Any GPU expert out there =( … I need help … Anyone knows if it is possible to use a synchronization block inside a CUDA kernel for say a reduction operation, then advance the computed value to all threads of all blocks in one shot??


sync (reduction)
use the reduced value on all threads in all blocks


Any help would be appreciated. An obvious answer would be break the kernel into two kernels… but I don’t want that … Any other solutions ??

Unfortunately no, the only reliable and supported method for a kernel-wide synchronization is another kernel launch.

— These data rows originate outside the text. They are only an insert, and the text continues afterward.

"""Hedges's g and equivalence tests against published values."""

import math

import numpy as np
import pingouin
import pytest
from scipy.stats import chi2, nct
from statsmodels.stats.weightstats import ttost_ind

from auditd.stats import equivalence, hedges_g

# Henderson & Velleman (1981), Biometrics 37:391-411, as in R's mtcars: miles per gallon, automatic and
# manual.
AUTOMATIC = (
    21.4, 18.7, 18.1, 14.3, 24.4, 22.8, 19.2, 17.8, 16.4, 17.3, 15.2, 10.4, 10.4, 14.7, 21.5, 15.5, 15.2,
    13.3, 19.2,
)  # fmt: skip
MANUAL = (21.0, 21.0, 22.8, 32.4, 30.4, 33.9, 27.3, 26.0, 30.4, 15.8, 19.7, 15.0, 21.4)


def _sample(n, mean, sd):
    """n values with exactly this mean and standard deviation."""
    z = np.arange(n) - (n - 1) / 2
    return mean + sd * z / z.std(ddof=1)


def test_hospital_stays(columns):
    """R metafor, escalc("SMD", dat.normand1999): g and its variance by Hedges (1982), eq. 8 (published)."""
    table = columns("normand1999.csv", "n1", "m1", "sd1", "n2", "m2", "sd2")
    results = []
    for n1, m1, s1, n2, m2, s2 in zip(*table, strict=True):
        results.append(hedges_g(_sample(int(n1), m1, s1), _sample(int(n2), m2, s2)))
    for got, expected, tolerance in zip(
        [r.g for r in results],
        (-0.3552, -0.3479, -2.3176, -1.888),
        (5.8e-5, 5.8e-5, 5.8e-5, 5.5e-4),
        strict=True,
    ):
        assert got == pytest.approx(expected, abs=tolerance)
    assert [r.variance for r in results] == pytest.approx([0.0131, 0.0645, 0.0458, 0.1606], abs=5.8e-5)


def test_worked_example_of_a_textbook():
    """Borenstein et al. (2009), ch. 4: d .597, J .9923, g .5924, V .0412, SE .203 (from memory,
    reproduced).
    """
    result = hedges_g(_sample(50, 103, 5.5), _sample(50, 100, 4.5))
    variance_d = 1 / 50 + 1 / 50 + result.d**2 / 200
    variance_g = result.correction**2 * variance_d
    assert result.d == pytest.approx(0.597, abs=0.00055)
    assert variance_d == pytest.approx(0.0418, abs=5.8e-5)
    assert result.correction == pytest.approx(0.9923, abs=5.8e-5)
    assert result.g == pytest.approx(0.5924, abs=5.8e-5)
    assert variance_g == pytest.approx(0.0412, abs=6.3e-5)
    assert math.sqrt(variance_g) == pytest.approx(0.203, abs=0.00055)


def test_fuel_by_transmission():
    """R effectsize, mpg ~ am in mtcars: d −1.48 with noncentral-t interval −2.27 to −0.67, g −1.44
    (published).

    That package also shortens the interval by J; it is then one for no parameter, and is not taken over.
    """
    result = hedges_g(AUTOMATIC, MANUAL)
    assert result.d == pytest.approx(-1.48, abs=0.0051)
    assert (result.low, result.high) == pytest.approx((-2.27, -0.67), abs=0.0051)
    assert result.g == pytest.approx(-1.44, abs=0.0051)


def test_correction_is_exact():
    """Hedges (1981), Table 1, c(m): .5642 at 2 df, .7236 at 3, .7979 at 4, .9228 at 10 (from memory,
    reproduced).
    """
    expected = {2: 0.5642, 3: 0.7236, 4: 0.7979, 10: 0.9228}
    for df, c in expected.items():
        x = np.arange(df, dtype=float)
        assert hedges_g(x, [0.0, 1.0]).correction == pytest.approx(c, abs=6e-5)


@pytest.mark.parametrize(("n_a", "n_b", "shift"), [(3, 3, 0.0), (5, 40, 1.0), (300, 200, 0.3), (15, 15, 6.0)])
def test_interval_ends_where_the_law_says(n_a, n_b, shift):
    """At the interval's ends the observed t stands at the 97.5 % and 2.5 % points of the noncentral t."""
    rng = np.random.default_rng(n_a)
    a, b = rng.normal(shift, 1, n_a), rng.normal(0, 1, n_b)
    result = hedges_g(a, b)
    step = math.sqrt(1 / n_a + 1 / n_b)
    at = [nct.cdf(result.d / step, result.df, end / step) for end in (result.low, result.high)]
    assert at == pytest.approx([0.975, 0.025], abs=1e-8)


def test_large_samples_join_the_normal_law():
    """At 20,000 values the interval is that of the normal law d ± 1.96·√(1/n₁ + 1/n₂ + d²/2n) to 1e-3 of
    its width.
    """
    result = hedges_g(_sample(10_000, 0.5, 1), _sample(10_000, 0, 1))
    half = 1.959964 * math.sqrt(2e-4 + 0.25 / 40_000)
    assert (result.low, result.high) == pytest.approx((0.5 - half, 0.5 + half), abs=2e-3 * half)


@pytest.mark.parametrize("n", [2, 4, 30])
def test_huge_differences_have_the_law_of_the_deviation(n):
    """With a difference of 1e6 deviations only the pooled deviation is uncertain: limits follow
    chi-squared.
    """
    result = hedges_g(_sample(n, 1e6, 1), _sample(n, 0, 1))
    ends = [result.d * math.sqrt(chi2.ppf(q, result.df) / result.df) for q in (0.025, 0.975)]
    assert (result.low, result.high) == pytest.approx(ends, rel=1e-5)


def test_agrees_with_pingouin():
    """pingouin's compute_effsize gives the same d, and g to its approximate correction."""
    result = hedges_g(AUTOMATIC, MANUAL)
    assert result.d == pytest.approx(pingouin.compute_effsize(AUTOMATIC, MANUAL, eftype="cohen"), rel=1e-12)
    assert result.g == pytest.approx(pingouin.compute_effsize(AUTOMATIC, MANUAL, eftype="hedges"), rel=1e-3)


# statsmodels' test suite, values from R's equivalence packages (published): margin 0.6.
CLINIC = (
    ("var1", False, 0.1646666666666667, 0.2531625991083627, 26.7484787582315,
     -0.2666862980722534, 0.596019631405587, 0.04853083976236974),
    ("var2", False, 0.562666666666666, 0.2149871904637392, 24.11000151062728,
     0.194916250699966, 0.930417082633366, 0.4317936812594803),
    ("var1", True, 0.1646666666666667, None, 28, -0.2659960620757337, 0.595329395409067, 0.04827315100761467),
)  # fmt: skip


@pytest.mark.parametrize(("column", "pooled", "difference", "error", "df", "low", "high", "p"), CLINIC)
def test_clinic(columns, column, pooled, difference, error, df, low, high, p):
    """Difference, standard error, degrees of freedom, 90 % interval and p of the two one-sided tests."""
    group, x = columns("tost_clinic.csv", "group", column)
    result = equivalence(x[group == 1], x[group == 2], 0.6, pooled=pooled)
    assert result.estimate == pytest.approx(difference, abs=1.7e-10)
    if error is not None:
        assert result.standard_error == pytest.approx(error, abs=2.3e-10)
    assert result.df == pytest.approx(df, abs=2.6e-8)
    assert (result.low, result.high) == pytest.approx((low, high), abs=2.1e-10)
    assert result.pvalue == pytest.approx(p, abs=4.9e-11)
    assert result.equivalent == (p <= 0.05)


@pytest.mark.parametrize(("pooled", "use_var"), [(True, "pooled"), (False, "unequal")])
def test_agrees_with_statsmodels(pooled, use_var):
    """statsmodels' ttost_ind gives the same two p-values on mtcars with a margin of 10."""
    result = equivalence(AUTOMATIC, MANUAL, 10.0, pooled=pooled)
    p, lower, upper = ttost_ind(AUTOMATIC, MANUAL, -10.0, 10.0, usevar=use_var)
    assert result.pvalue == pytest.approx(p, rel=1e-9)
    assert (result.pvalue_lower, result.pvalue_upper) == pytest.approx((lower[1], upper[1]), rel=1e-9)
    assert (result.estimate > 0) == (np.mean(AUTOMATIC) > np.mean(MANUAL))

@hamada: You can do it in a single kernel if you give up the idea of a kernel-wide reduction and use the last block to add the partial sums.
The Threadfence reduction sample in the SDK shows this.

Thank you both,

What I provided as a pseudo-code was just a general example. What I exactly want to do is the following and is something similar to this;

CUDA Kernel()


// reduce d

for (j = 1; j = < N; j++) {  

        d = d + p[j]*q[j];  


//on a single thread

alpha = rho0 / d;  

//On all threads

        z[j] = z[j] + alpha*p[j];  

        r[j] = r[j] - alpha*q[j];  

//Reduce rho

for (j = 1; j = lastcol-firstcol+1; j++) {  

        rho = rho + r[j]*r[j];  

… and then use rho later, and there are several functions with similar operations that follow.


What do you think @akavo

This is impossible without a second kernel invocation.